**Your instructions**
Every line of the data is to be transcribed without error.

*****

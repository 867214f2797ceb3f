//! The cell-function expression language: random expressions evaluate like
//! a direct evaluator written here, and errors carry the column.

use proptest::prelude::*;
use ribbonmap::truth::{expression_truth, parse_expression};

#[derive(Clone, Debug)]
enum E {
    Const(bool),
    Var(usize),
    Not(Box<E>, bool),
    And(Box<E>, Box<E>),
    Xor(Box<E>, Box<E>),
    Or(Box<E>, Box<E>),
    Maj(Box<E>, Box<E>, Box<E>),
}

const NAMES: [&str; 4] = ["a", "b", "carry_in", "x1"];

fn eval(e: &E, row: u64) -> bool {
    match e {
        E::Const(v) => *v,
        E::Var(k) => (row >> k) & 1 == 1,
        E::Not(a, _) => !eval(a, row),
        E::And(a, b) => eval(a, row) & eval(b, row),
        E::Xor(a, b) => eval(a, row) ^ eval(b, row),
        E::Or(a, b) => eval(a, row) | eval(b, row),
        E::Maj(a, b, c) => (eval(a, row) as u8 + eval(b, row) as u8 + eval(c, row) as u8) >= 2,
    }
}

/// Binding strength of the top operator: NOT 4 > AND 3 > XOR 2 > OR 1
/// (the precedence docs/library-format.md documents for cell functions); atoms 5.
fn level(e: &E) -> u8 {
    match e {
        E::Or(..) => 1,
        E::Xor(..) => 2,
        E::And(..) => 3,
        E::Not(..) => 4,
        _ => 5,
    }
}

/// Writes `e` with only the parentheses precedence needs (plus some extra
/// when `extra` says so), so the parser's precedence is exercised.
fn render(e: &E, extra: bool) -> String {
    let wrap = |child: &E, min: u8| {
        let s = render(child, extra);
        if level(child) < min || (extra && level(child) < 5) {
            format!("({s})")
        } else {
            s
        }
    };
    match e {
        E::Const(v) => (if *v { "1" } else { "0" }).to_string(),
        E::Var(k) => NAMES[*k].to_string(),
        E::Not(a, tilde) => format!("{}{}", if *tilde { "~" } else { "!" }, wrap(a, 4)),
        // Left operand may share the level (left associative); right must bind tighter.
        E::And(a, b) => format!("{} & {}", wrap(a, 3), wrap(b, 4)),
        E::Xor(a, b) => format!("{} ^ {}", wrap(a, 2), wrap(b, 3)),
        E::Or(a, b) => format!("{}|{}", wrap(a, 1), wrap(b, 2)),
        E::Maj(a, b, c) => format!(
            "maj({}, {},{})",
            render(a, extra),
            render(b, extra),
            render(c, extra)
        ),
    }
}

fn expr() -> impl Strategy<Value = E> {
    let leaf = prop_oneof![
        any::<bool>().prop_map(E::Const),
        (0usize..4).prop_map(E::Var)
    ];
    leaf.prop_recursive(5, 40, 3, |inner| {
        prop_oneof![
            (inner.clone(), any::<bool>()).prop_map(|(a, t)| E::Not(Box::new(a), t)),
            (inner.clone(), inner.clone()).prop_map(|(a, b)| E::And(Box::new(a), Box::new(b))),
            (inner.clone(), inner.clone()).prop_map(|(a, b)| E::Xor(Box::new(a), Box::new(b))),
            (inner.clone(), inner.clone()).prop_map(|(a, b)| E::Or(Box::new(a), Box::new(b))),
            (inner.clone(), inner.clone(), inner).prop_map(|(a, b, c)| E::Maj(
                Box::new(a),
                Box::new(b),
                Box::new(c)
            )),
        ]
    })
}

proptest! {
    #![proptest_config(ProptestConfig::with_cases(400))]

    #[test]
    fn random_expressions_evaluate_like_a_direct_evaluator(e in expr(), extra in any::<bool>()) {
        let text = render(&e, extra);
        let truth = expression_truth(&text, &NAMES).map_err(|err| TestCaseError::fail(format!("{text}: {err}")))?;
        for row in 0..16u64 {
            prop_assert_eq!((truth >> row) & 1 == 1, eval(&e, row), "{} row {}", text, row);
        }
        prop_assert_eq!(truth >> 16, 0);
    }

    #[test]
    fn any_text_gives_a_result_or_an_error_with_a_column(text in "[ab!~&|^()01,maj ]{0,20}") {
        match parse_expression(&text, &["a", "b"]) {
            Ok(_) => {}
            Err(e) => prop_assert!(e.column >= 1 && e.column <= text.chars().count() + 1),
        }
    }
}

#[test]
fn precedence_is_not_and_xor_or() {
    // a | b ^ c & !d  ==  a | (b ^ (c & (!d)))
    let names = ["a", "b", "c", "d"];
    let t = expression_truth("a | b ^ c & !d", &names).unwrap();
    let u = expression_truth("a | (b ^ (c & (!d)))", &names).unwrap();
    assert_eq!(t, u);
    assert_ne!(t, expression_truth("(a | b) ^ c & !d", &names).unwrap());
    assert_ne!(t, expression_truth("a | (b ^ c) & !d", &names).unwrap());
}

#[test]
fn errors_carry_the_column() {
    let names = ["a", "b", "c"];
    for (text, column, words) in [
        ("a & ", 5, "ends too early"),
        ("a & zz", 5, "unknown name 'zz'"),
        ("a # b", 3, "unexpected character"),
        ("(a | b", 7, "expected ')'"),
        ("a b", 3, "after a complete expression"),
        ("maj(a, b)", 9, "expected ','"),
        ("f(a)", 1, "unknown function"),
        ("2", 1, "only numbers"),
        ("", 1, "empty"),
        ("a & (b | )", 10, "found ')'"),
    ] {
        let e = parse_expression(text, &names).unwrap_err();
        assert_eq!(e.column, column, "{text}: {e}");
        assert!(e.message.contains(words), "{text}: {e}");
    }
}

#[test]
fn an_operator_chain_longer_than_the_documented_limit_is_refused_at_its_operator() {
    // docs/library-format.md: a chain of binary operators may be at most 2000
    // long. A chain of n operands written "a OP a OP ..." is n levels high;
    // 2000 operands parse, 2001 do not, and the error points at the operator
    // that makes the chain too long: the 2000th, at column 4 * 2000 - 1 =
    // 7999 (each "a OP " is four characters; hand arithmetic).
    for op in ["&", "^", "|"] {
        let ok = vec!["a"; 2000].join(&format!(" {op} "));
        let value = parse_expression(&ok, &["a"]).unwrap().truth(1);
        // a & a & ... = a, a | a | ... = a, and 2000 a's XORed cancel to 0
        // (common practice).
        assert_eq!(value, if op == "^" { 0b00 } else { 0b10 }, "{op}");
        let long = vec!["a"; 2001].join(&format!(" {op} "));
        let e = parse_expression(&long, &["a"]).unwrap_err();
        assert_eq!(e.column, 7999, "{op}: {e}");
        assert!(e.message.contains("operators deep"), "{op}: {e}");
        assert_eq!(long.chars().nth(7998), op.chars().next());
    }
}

*****

**Task response**
repository 867214f2797ceb3f
//! The cell-function expression language: random expressions evaluate like
//! a direct evaluator written here, and errors carry the column.

use proptest::prelude::*;
use ribbonmap::truth::{expression_truth, parse_expression};

#[derive(Clone, Debug)]
enum E {
    Const(bool),
    Var(usize),
    Not(Box<E>, bool),
    And(Box<E>, Box<E>),
    Xor(Box<E>, Box<E>),
    Or(Box<E>, Box<E>),
    Maj(Box<E>, Box<E>, Box<E>),
}

const NAMES: [&str; 4] = ["a", "b", "carry_in", "x1"];

fn eval(e: &E, row: u64) -> bool {
    match e {
        E::Const(v) => *v,
        E::Var(k) => (row >> k) & 1 == 1,
        E::Not(a, _) => !eval(a, row),
        E::And(a, b) => eval(a, row) & eval(b, row),
        E::Xor(a, b) => eval(a, row) ^ eval(b, row),
        E::Or(a, b) => eval(a, row) | eval(b, row),
        E::Maj(a, b, c) => (eval(a, row) as u8 + eval(b, row) as u8 + eval(c, row) as u8) >= 2,
    }
}

/// Binding strength of the top operator: NOT 4 > AND 3 > XOR 2 > OR 1
/// (the precedence docs/library-format.md documents for cell functions); atoms 5.
fn level(e: &E) -> u8 {
    match e {
        E::Or(..) => 1,
        E::Xor(..) => 2,
        E::And(..) => 3,
        E::Not(..) => 4,
        _ => 5,
    }
}

/// Writes `e` with only the parentheses precedence needs (plus some extra
/// when `extra` says so), so the parser's precedence is exercised.
fn render(e: &E, extra: bool) -> String {
    let wrap = |child: &E, min: u8| {
        let s = render(child, extra);
        if level(child) < min || (extra && level(child) < 5) {
            format!("({s})")
        } else {
            s
        }
    };
    match e {
        E::Const(v) => (if *v { "1" } else { "0" }).to_string(),
        E::Var(k) => NAMES[*k].to_string(),
        E::Not(a, tilde) => format!("{}{}", if *tilde { "~" } else { "!" }, wrap(a, 4)),
        // Left operand may share the level (left associative); right must bind tighter.
        E::And(a, b) => format!("{} & {}", wrap(a, 3), wrap(b, 4)),
        E::Xor(a, b) => format!("{} ^ {}", wrap(a, 2), wrap(b, 3)),
        E::Or(a, b) => format!("{}|{}", wrap(a, 1), wrap(b, 2)),
        E::Maj(a, b, c) => format!(
            "maj({}, {},{})",
            render(a, extra),
            render(b, extra),
            render(c, extra)
        ),
    }
}

fn expr() -> impl Strategy<Value = E> {
    let leaf = prop_oneof![
        any::<bool>().prop_map(E::Const),
        (0usize..4).prop_map(E::Var)
    ];
    leaf.prop_recursive(5, 40, 3, |inner| {
        prop_oneof![
            (inner.clone(), any::<bool>()).prop_map(|(a, t)| E::Not(Box::new(a), t)),
            (inner.clone(), inner.clone()).prop_map(|(a, b)| E::And(Box::new(a), Box::new(b))),
            (inner.clone(), inner.clone()).prop_map(|(a, b)| E::Xor(Box::new(a), Box::new(b))),
            (inner.clone(), inner.clone()).prop_map(|(a, b)| E::Or(Box::new(a), Box::new(b))),
            (inner.clone(), inner.clone(), inner).prop_map(|(a, b, c)| E::Maj(
                Box::new(a),
                Box::new(b),
                Box::new(c)
            )),
        ]
    })
}

proptest! {
    #![proptest_config(ProptestConfig::with_cases(400))]

    #[test]
    fn random_expressions_evaluate_like_a_direct_evaluator(e in expr(), extra in any::<bool>()) {
        let text = render(&e, extra);
        let truth = expression_truth(&text, &NAMES).map_err(|err| TestCaseError::fail(format!("{text}: {err}")))?;
        for row in 0..16u64 {
            prop_assert_eq!((truth >> row) & 1 == 1, eval(&e, row), "{} row {}", text, row);
        }
        prop_assert_eq!(truth >> 16, 0);
    }

    #[test]
    fn any_text_gives_a_result_or_an_error_with_a_column(text in "[ab!~&|^()01,maj ]{0,20}") {
        match parse_expression(&text, &["a", "b"]) {
            Ok(_) => {}
            Err(e) => prop_assert!(e.column >= 1 && e.column <= text.chars().count() + 1),
        }
    }
}

#[test]
fn precedence_is_not_and_xor_or() {
    // a | b ^ c & !d  ==  a | (b ^ (c & (!d)))
    let names = ["a", "b", "c", "d"];
    let t = expression_truth("a | b ^ c & !d", &names).unwrap();
    let u = expression_truth("a | (b ^ (c & (!d)))", &names).unwrap();
    assert_eq!(t, u);
    assert_ne!(t, expression_truth("(a | b) ^ c & !d", &names).unwrap());
    assert_ne!(t, expression_truth("a | (b ^ c) & !d", &names).unwrap());
}

#[test]
fn errors_carry_the_column() {
    let names = ["a", "b", "c"];
    for (text, column, words) in [
        ("a & ", 5, "ends too early"),
        ("a & zz", 5, "unknown name 'zz'"),
        ("a # b", 3, "unexpected character"),
        ("(a | b", 7, "expected ')'"),
        ("a b", 3, "after a complete expression"),
        ("maj(a, b)", 9, "expected ','"),
        ("f(a)", 1, "unknown function"),
        ("2", 1, "only numbers"),
        ("", 1, "empty"),
        ("a & (b | )", 10, "found ')'"),
    ] {
        let e = parse_expression(text, &names).unwrap_err();
        assert_eq!(e.column, column, "{text}: {e}");
        assert!(e.message.contains(words), "{text}: {e}");
    }
}

#[test]
fn an_operator_chain_longer_than_the_documented_limit_is_refused_at_its_operator() {
    // docs/library-format.md: a chain of binary operators may be at most 2000
    // long. A chain of n operands written "a OP a OP ..." is n levels high;
    // 2000 operands parse, 2001 do not, and the error points at the operator
    // that makes the chain too long: the 2000th, at column 4 * 2000 - 1 =
    // 7999 (each "a OP " is four characters; hand arithmetic).
    for op in ["&", "^", "|"] {
        let ok = vec!["a"; 2000].join(&format!(" {op} "));
        let value = parse_expression(&ok, &["a"]).unwrap().truth(1);
        // a & a & ... = a, a | a | ... = a, and 2000 a's XORed cancel to 0
        // (common practice).
        assert_eq!(value, if op == "^" { 0b00 } else { 0b10 }, "{op}");
        let long = vec!["a"; 2001].join(&format!(" {op} "));
        let e = parse_expression(&long, &["a"]).unwrap_err();
        assert_eq!(e.column, 7999, "{op}: {e}");
        assert!(e.message.contains("operators deep"), "{op}: {e}");
        assert_eq!(long.chars().nth(7998), op.chars().next());
    }
}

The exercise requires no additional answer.